EXERCISE PROMPT — Records follow. Copy every line with "function".

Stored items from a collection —
-----
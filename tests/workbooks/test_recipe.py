"""A recipe that does not hold is refused with file, line and near matches; nothing in it runs.

Outside checks: TOML 1.0 says what a well-formed file is; ECMA-376 part 1, 18.2.5 what a name of a
cell cannot be; astropy which units are of one kind.
"""

import subprocess
import sys
from pathlib import Path

import pytest

from workbooks.recipe import RecipeError, built_in, load, read

SOUND = """\
title = "Night log"
purpose = "One row a line."
cosmology = "Planck18"

[[settings]]
key = "reddest"
label = "Reddest"
group = "Instrument"
unit = "nm"
value = 900

[[settings]]
key = "site"
label = "Site"
group = "Site"
kind = "text"

[[sheets]]
name = "Lines"
rows = 10

[[sheets.columns]]
key = "wavelength"
label = "Wavelength"
unit = "Angstrom"
role = "input"
at_most = "reddest"

[[sheets.columns]]
key = "line"
label = "Line"
role = "input"
kind = "line"

[[sheets.columns]]
key = "redshift"
label = "Redshift"
role = "computed"
formula = "redshift_from_line(wavelength, line)"

[[sheets.columns]]
key = "velocity"
label = "Velocity"
unit = "km/s"
role = "computed"
formula = "velocity_from_redshift(redshift)"

[[sheets.charts]]
title = "Redshift of each line"
x = "wavelength"
y = ["redshift"]
"""


def line_of(text: str, part: str) -> int:
    """Return the line on which a part of the text stands; it must stand there once."""
    assert text.count(part) == 1, part
    return text[: text.index(part)].count("\n") + 1


def refusal(text: str | bytes) -> str:
    content = text if isinstance(text, bytes) else text.encode()
    with pytest.raises(RecipeError) as caught:
        read(content, "night.toml", "night")
    return str(caught.value)


def changed(old: str, new: str) -> str:
    assert SOUND.count(old) == 1, old
    return SOUND.replace(old, new)


def test_the_sound_recipe_is_read() -> None:
    recipe = read(SOUND.encode(), "night.toml", "night")
    (table,) = recipe.tables
    assert list(table.nodes) == ["redshift", "velocity"]
    assert table.required == {"wavelength", "line"}
    assert recipe.settings["reddest"].value == 900


@pytest.mark.parametrize("recipe_name", built_in())
def test_built_in_recipes_are_read(recipe_name: str) -> None:
    assert load(recipe_name).name == recipe_name


# What is wrong, where, and what the sentence must say beside the file and the line.
MISTAKES: dict[str, tuple[str, str, list[str]]] = {
    "unknown function": (
        'formula = "redshift_from_line(wavelength, line)"',
        'formula = "redshift_from_lines(wavelength, line)"',
        ["redshift_from_lines", "redshift_from_line"],
    ),
    "unknown key in a formula": (
        "redshift_from_line(wavelength, line)",
        "redshift_from_line(wavelenght, line)",
        ["wavelenght", "near matches: wavelength"],
    ),
    "unknown key of a column": ('role = "input"\nat_most', 'rolle = "input"\nat_most', ["rolle", "role"]),  # noqa: E501
    "unknown key at the top": ('purpose = "One', 'purpos = "One', ["purpos", "purpose"]),
    "unknown key of a setting": ("value = 900", "vallue = 900", ["vallue", "value"]),
    "unknown key of a chart": ('y = ["redshift"]', 'yy = ["redshift"]', ["yy"]),
    "unknown unit": ('unit = "Angstrom"', 'unit = "Angstroem"', ["Angstroem", "Angstrom"]),
    "unknown unit of a setting": ('unit = "nm"', 'unit = "nmm"', ["nmm", "nm"]),
    "result of another kind": ('unit = "km/s"', 'unit = "km"', ["km/s", "km"]),
    "argument of another kind": (
        "velocity_from_redshift(redshift)",
        "velocity_from_redshift(wavelength)",
        ["z of VELOCITY_FROM_REDSHIFT", "Angstrom"],
    ),
    "sum of two kinds": (
        "velocity_from_redshift(redshift)",
        "velocity_from_redshift(redshift) + wavelength",
        ["Angstrom", "km/s"],
    ),
    "limit names no setting": ('at_most = "reddest"', 'at_most = "redest"', ["redest", "reddest"]),
    "limit names a text": ('at_most = "reddest"', 'at_most = "site"', ["site"]),
    "limit of another kind": ('unit = "nm"\nvalue', 'unit = "s"\nvalue', ["reddest", "wavelength"]),
    "chart names no column": ('x = "wavelength"', 'x = "wavelenth"', ["wavelenth", "wavelength"]),
    "chart names a text": ('y = ["redshift"]', 'y = ["line"]', ["line"]),
    "two kinds on an axis": ('y = ["redshift"]', 'y = ["redshift", "velocity"]', ["velocity", "redshift"]),  # noqa: E501
    "nothing to draw": ('y = ["redshift"]', "y = []", ["y"]),
    "unknown set": ('cosmology = "Planck18"', 'cosmology = "Plank18"', ["Plank18", "Planck18"]),
    "formula of an input": ('kind = "line"', 'kind = "line"\nformula = "wavelength"', ["line"]),
    "computed without formula": (
        'formula = "velocity_from_redshift(redshift)"\n', "", ["velocity", "formula"],
    ),
    "role is no role": ('role = "input"\nkind', 'role = "inptu"\nkind', ["role", "input", "computed"]),  # noqa: E501
    "kind is no kind": ('kind = "line"', 'kind = "lines"', ["kind", "line"]),
    "rows is text": ("rows = 10", 'rows = "many"', ["rows"]),
    "rows is a logical": ("rows = 10", "rows = true", ["rows"]),
    "no rows": ("rows = 10", "rows = 0", ["rows"]),
    "rows below nothing": ("rows = 10", "rows = -5", ["rows"]),
    "more rows than a sheet has": ("rows = 10", "rows = 2000000", ["rows"]),
    "unit is a number": ('unit = "Angstrom"', "unit = 5", ["unit"]),
    "limit is a list": ('at_most = "reddest"', "at_most = [1]", ["at_most"]),
    "limit is no number": ('at_most = "reddest"', "at_most = nan", ["at_most"]),
    "limit is infinite": ('at_most = "reddest"', "at_most = inf", ["at_most"]),
    "value of a number is text": ("value = 900", 'value = "red"', ["value"]),
    "key has a blank": ('key = "velocity"', 'key = "the velocity"', ["the velocity"]),
    "key has a capital": ('key = "velocity"', 'key = "Velocity"', ["Velocity"]),
    "key twice": ('key = "velocity"', 'key = "redshift"', ["redshift", "taken"]),
    "key of the cosmology": ('key = "velocity"', 'key = "omega_matter"', ["omega_matter", "taken"]),
    "label twice": ('label = "Velocity"', 'label = " redshift "', ["redshift", "velocity"]),
    "sheet name": ('name = "Lines"', 'name = "Lines [1]"', ["Lines [1]"]),
    "long sheet name": ('name = "Lines"', f'name = "{"L" * 32}"', ["31"]),
    "leads back to itself": (
        "velocity_from_redshift(redshift)", "velocity * 2", ["velocity", "back to"],
    ),
    "too long": ("velocity_from_redshift(redshift)", "+".join(["redshift"] * 300), ["2000"]),
    "too many arguments": (
        "velocity_from_redshift(redshift)", "velocity_from_redshift(redshift, 'radio', 3)", ["2"],
    ),
    "argument missing": ("redshift_from_line(wavelength, line)", "redshift_from_line(wavelength)", ["line"]),  # noqa: E501
    "argument twice": (
        "velocity_from_redshift(redshift)",
        "velocity_from_redshift(redshift, z=redshift)",
        ["twice"],
    ),
    "argument unknown": (
        "velocity_from_redshift(redshift)",
        "velocity_from_redshift(redshift, konvention='radio')",
        ["konvention", "convention"],
    ),
    "convention unknown": (
        "velocity_from_redshift(redshift)", "velocity_from_redshift(redshift, 'rado')", ["radio"],
    ),
    "number out of its domain": ("velocity_from_redshift(redshift)", "velocity_from_redshift(-2)", ["-1"]),  # noqa: E501
    "text for a number": ("velocity_from_redshift(redshift)", "velocity_from_redshift('0.1')", ["number"]),  # noqa: E501
    "column of texts for a number": ("velocity_from_redshift(redshift)", "velocity_from_redshift(line)", ["number"]),  # noqa: E501
    "text plus number": ("velocity_from_redshift(redshift)", "redshift + 'a'", ["text"]),
    "number for a text": (
        "redshift_from_line(wavelength, line)", "redshift_from_line(wavelength, 5)", ["text"],
    ),
}  # fmt: skip


@pytest.mark.parametrize("what", MISTAKES)
def test_a_mistake_is_told_with_file_and_line(what: str) -> None:
    old, new, words = MISTAKES[what]
    text = changed(old, new)
    sentence = refusal(text)
    file, _, rest = sentence.partition(", line ")
    assert file == "night.toml"
    number, _, said = rest.partition(": ")
    for word in words:
        assert word in said
    assert 1 <= int(number) <= len(text.splitlines())


@pytest.mark.parametrize(
    ("what", "part"),
    [
        ("unknown function", "redshift_from_lines("),
        ("unknown key in a formula", "wavelenght"),
        ("unknown key of a column", "rolle"),
        ("unknown key of a setting", "vallue"),
        ("unknown unit", "Angstroem"),
        ("result of another kind", 'formula = "velocity_from'),
        ("role is no role", "inptu"),
        ("rows is text", "many"),
        ("limit is a list", "[1]"),
        ("key has a blank", "the velocity"),
        ("sheet name", "Lines [1]"),
        ("unknown set", "Plank18"),
        ("limit names no setting", "redest"),
        ("chart names no column", "wavelenth"),
    ],
)
def test_the_line_is_the_very_one(what: str, part: str) -> None:
    old, new, _ = MISTAKES[what]
    text = changed(old, new)
    assert f"night.toml, line {line_of(text, part)}: " in refusal(text)


def test_a_wrong_item_of_a_list_is_told_by_its_list() -> None:
    text = changed('kind = "line"', 'kind = "line"\naliases = ["Feature", 5]')
    sentence = refusal(text)
    assert f"line {line_of(text, 'aliases')}: " in sentence
    assert "aliases" in sentence
    assert "line 2: " in refusal("title = 'x'\nsteps = [1]\npurpose = 'y'\nsheets = []\n")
-----
SOLUTION BELOW —
    "unknown function": (
        ("unknown function", "redshift_from_lines("),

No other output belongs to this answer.